2. While holding the highlighted dimension with your cursor, drag the dimension to the dimension you want to nest it within. To nest, the yellow bar will highlight the tip of the other dimension; the yellow bar shows where it will be moved. Release the dimension to set it in place.
Below is an example of “sex” nested within the “rural/urban” dimension:
Charts and Graphs
Beyond 20/20 allows for several data visualization options, including pie, column and bar charts. To create a visualization of data, select the Chart tab located on the top left side of the table, next to the Table tab.
From the Chart tab, you can modify the chart or graph by selecting the specific type you want to display your data.
Below is an example of a column chart:
Unnecessary dimensions may be hidden, or removed, from table view. Before hiding any dimensions, ensure the dimension is set to the total. Start by hovering over the dimension you want to hide until the cross-arrows cursor appears; click and hold the dimension until it becomes a yellow bar. Drag the dimension to the “Other:” bar, located at the top of the table. In this example, “Occupation” is not relevant and will be removed from the table view.
In some cases, users may want to calculate a different total than what is provided in the table. Also, some multidimensional tables may not have a total calculated for a particular dimension. In this case, from the Table tab users should select “Totals and Percentages”, then click the option for “Row total” or “Column total”. Selecting either will calculate the total for the row or column, depending on which total is desired.
MISSING AND SUPPRESSED DATA
Specific symbols may appear in the table cells to signify missing, suppressed or unreliable data:
The CPD multidimensional tables contain two symbols: a double-dashed line and a single period or dot.
A double-dashed line “- -“ is used to represent no data or missing data
A single period or dot “.” is used to represent suppressed data.
Each survey has a cutoff below which data records may not be published and should be suppressed. Suppression generally occurs either because to show a small number of specific cases would compromise the anonymity of survey respondents, or because the group is too small for researchers to draw accurate conclusions from the sample. Each survey varies in its sample size and rules for suppression. For more information, consult the CPD data quality + suppression excel document for survey specific threshold limits by country and year. Note – the EU LFS suppression limits changes on an annual basis. Users should consult the Eurostat website for more detail on data publication guidelines and thresholds.
USING STATISTICAL DATA
It is essential that you are careful in how you use statistical data. First, you should think about what story you are trying to tell with the data. Numeric data does not stand alone. It needs to be interpreted through a conceptual framework which each researcher provides. What questions are you trying to answer with this data? What is the best way to apply the data to your specific needs?
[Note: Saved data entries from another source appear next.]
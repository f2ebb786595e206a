/**
 * The messages between the editor and its engine (a Web Worker in the page, the same
 * host in-process in Node tests). Plain data only, so they cross postMessage as they are;
 * the large typed arrays (luma, evidence) travel by transfer, not by copy.
 *
 * Every request that expects an answer carries an `id` chosen by the sender; the answer
 * repeats it. Solves also carry a `jobId`, which `cancel` names.
 */
import type { Anchor, SolverSettings } from '../doc/model.ts';
import type { Point, Stroke, StrokeSample } from '../trace/types.ts';

/** Hands one band's luma (0..1, row-major) to the engine; answered by 'loaded'. */
export interface LoadImageRequest {
  type: 'load-image';
  id: number;
  imageId: string;
  width: number;
  height: number;
  /** width × height samples; transferred. */
  luma: Float32Array;
}

/**
 * Hands an image file (PNG or JPEG bytes) to the engine, which decodes it itself, so a
 * large photo is never decoded on the page's thread; answered by 'loaded' (or 'error'
 * with the decoder's message). `band` picks the band of a multi-band file (default 0).
 */
export interface LoadFileRequest {
  type: 'load-file';
  id: number;
  imageId: string;
  /** The file's bytes; transferred. */
  bytes: Uint8Array;
  band?: number;
}

/** Decodes an image file to check it and read its header figures; answered by 'probed'. Nothing is kept. */
export interface ProbeFileRequest {
  type: 'probe-file';
  id: number;
  /** The file's bytes; transferred. */
  bytes: Uint8Array;
}

/** Asks for the ink evidence of a loaded image as 8-bit values; answered by 'evidence'. */
export interface EvidenceRequest {
  type: 'evidence';
  id: number;
  imageId: string;
}

/** Starts growing a preview tree from `start`, replacing any earlier one. No answer. */
export interface PreviewStartRequest {
  type: 'preview-start';
  /** Names this preview; later path requests and answers carry it. */
  previewId: number;
  imageId: string;
  start: Point;
  settings: SolverSettings;
}

/**
 * Asks for the preview path to `to`. Answered as soon as the tree has reached that pixel,
 * or with no path once it is clear it never will (outside the tree, or the tree is complete).
 */
export interface PreviewPathRequest {
  type: 'preview-path';
  id: number;
  previewId: number;
  to: Point;
}

/** Drops the preview tree. No answer. */
export interface PreviewStopRequest {
  type: 'preview-stop';
  previewId: number;
}

/** The exact solve through the anchors; answered by 'solved' or 'error'. */
export interface SolveRequest {
  type: 'solve';
  id: number;
  jobId: string;
  imageId: string;
  anchors: Anchor[];
  settings: SolverSettings;
}

/** Drops a queued solve; its answer (if it is already running) is an error named 'Cancelled'. */
export interface CancelRequest {
  type: 'cancel';
  jobId: string;
}

export type EngineRequest =
  | LoadImageRequest | LoadFileRequest | ProbeFileRequest | EvidenceRequest | PreviewStartRequest | PreviewPathRequest
  | PreviewStopRequest | SolveRequest | CancelRequest;

export interface LoadedReply {
  type: 'loaded';
  id: number;
  imageId: string;
  /** Time to compute the ink evidence and the solver's preparation, ms. */
  ms: number;
}

/** What a decoded file is: its size, bands, bit depth and the scale of its resolution tag. */
export interface ImageProbe {
  format: 'png' | 'jpeg';
  width: number;
  height: number;
  bands: number;
  bitDepth: number;
  /** From the file's resolution tag (PNG pHYs, JPEG JFIF density), px per mm. */
  pxPerMm?: number;
}

export interface ProbedReply extends ImageProbe {
  type: 'probed';
  id: number;
}

export interface EvidenceReply {
  type: 'evidence';
  id: number;
  imageId: string;
  width: number;
  height: number;
  /** Evidence × 255, row-major; transferred. */
  data: Uint8ClampedArray;
}

export interface PreviewPathReply {
  type: 'preview-path';
  id: number;
  previewId: number;
  /** Undefined when the tree does not reach `to`. */
  path: StrokeSample[] | undefined;
}

export interface SolvedReply {
  type: 'solved';
  id: number;
  jobId: string;
  stroke: Stroke;
  /** Time of the solve (both passes when a radius is pinned), ms. */
  ms: number;
}

export interface ErrorReply {
  type: 'error';
  id: number;
  jobId?: string;
  /** The error's name: 'FollowError' for requests the solver cannot take, 'Cancelled', … */
  name: string;
  /** One plain sentence. */
  message: string;
}

export type EngineReply = LoadedReply | ProbedReply | EvidenceReply | PreviewPathReply | SolvedReply | ErrorReply;

/** Sends one message, handing over the listed buffers. */
export type PostReply = (reply: EngineReply, transfer: ArrayBuffer[]) => void;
Second, do not assume that because statistical data is numeric that it is truth. Be critical of how the data was obtained, and what types of questions were asked. You can click on the file and dimension summary icons in the table to find out more about how the table and dimensions were developed, what surveys were used to create the table and what are the suppression limits associated with the data in the table and become aware of the caution flags associated with that table and/or dimensions.
You should also ensure that your method of calculation is correct. If you are trying to calculate a percentage from the table make sure that you are using the correct total.
*Note: You must apply for access to the statistical tables of the Comparative Perspectives Database. See the apply for statistics access page for eligibility requirements and other information.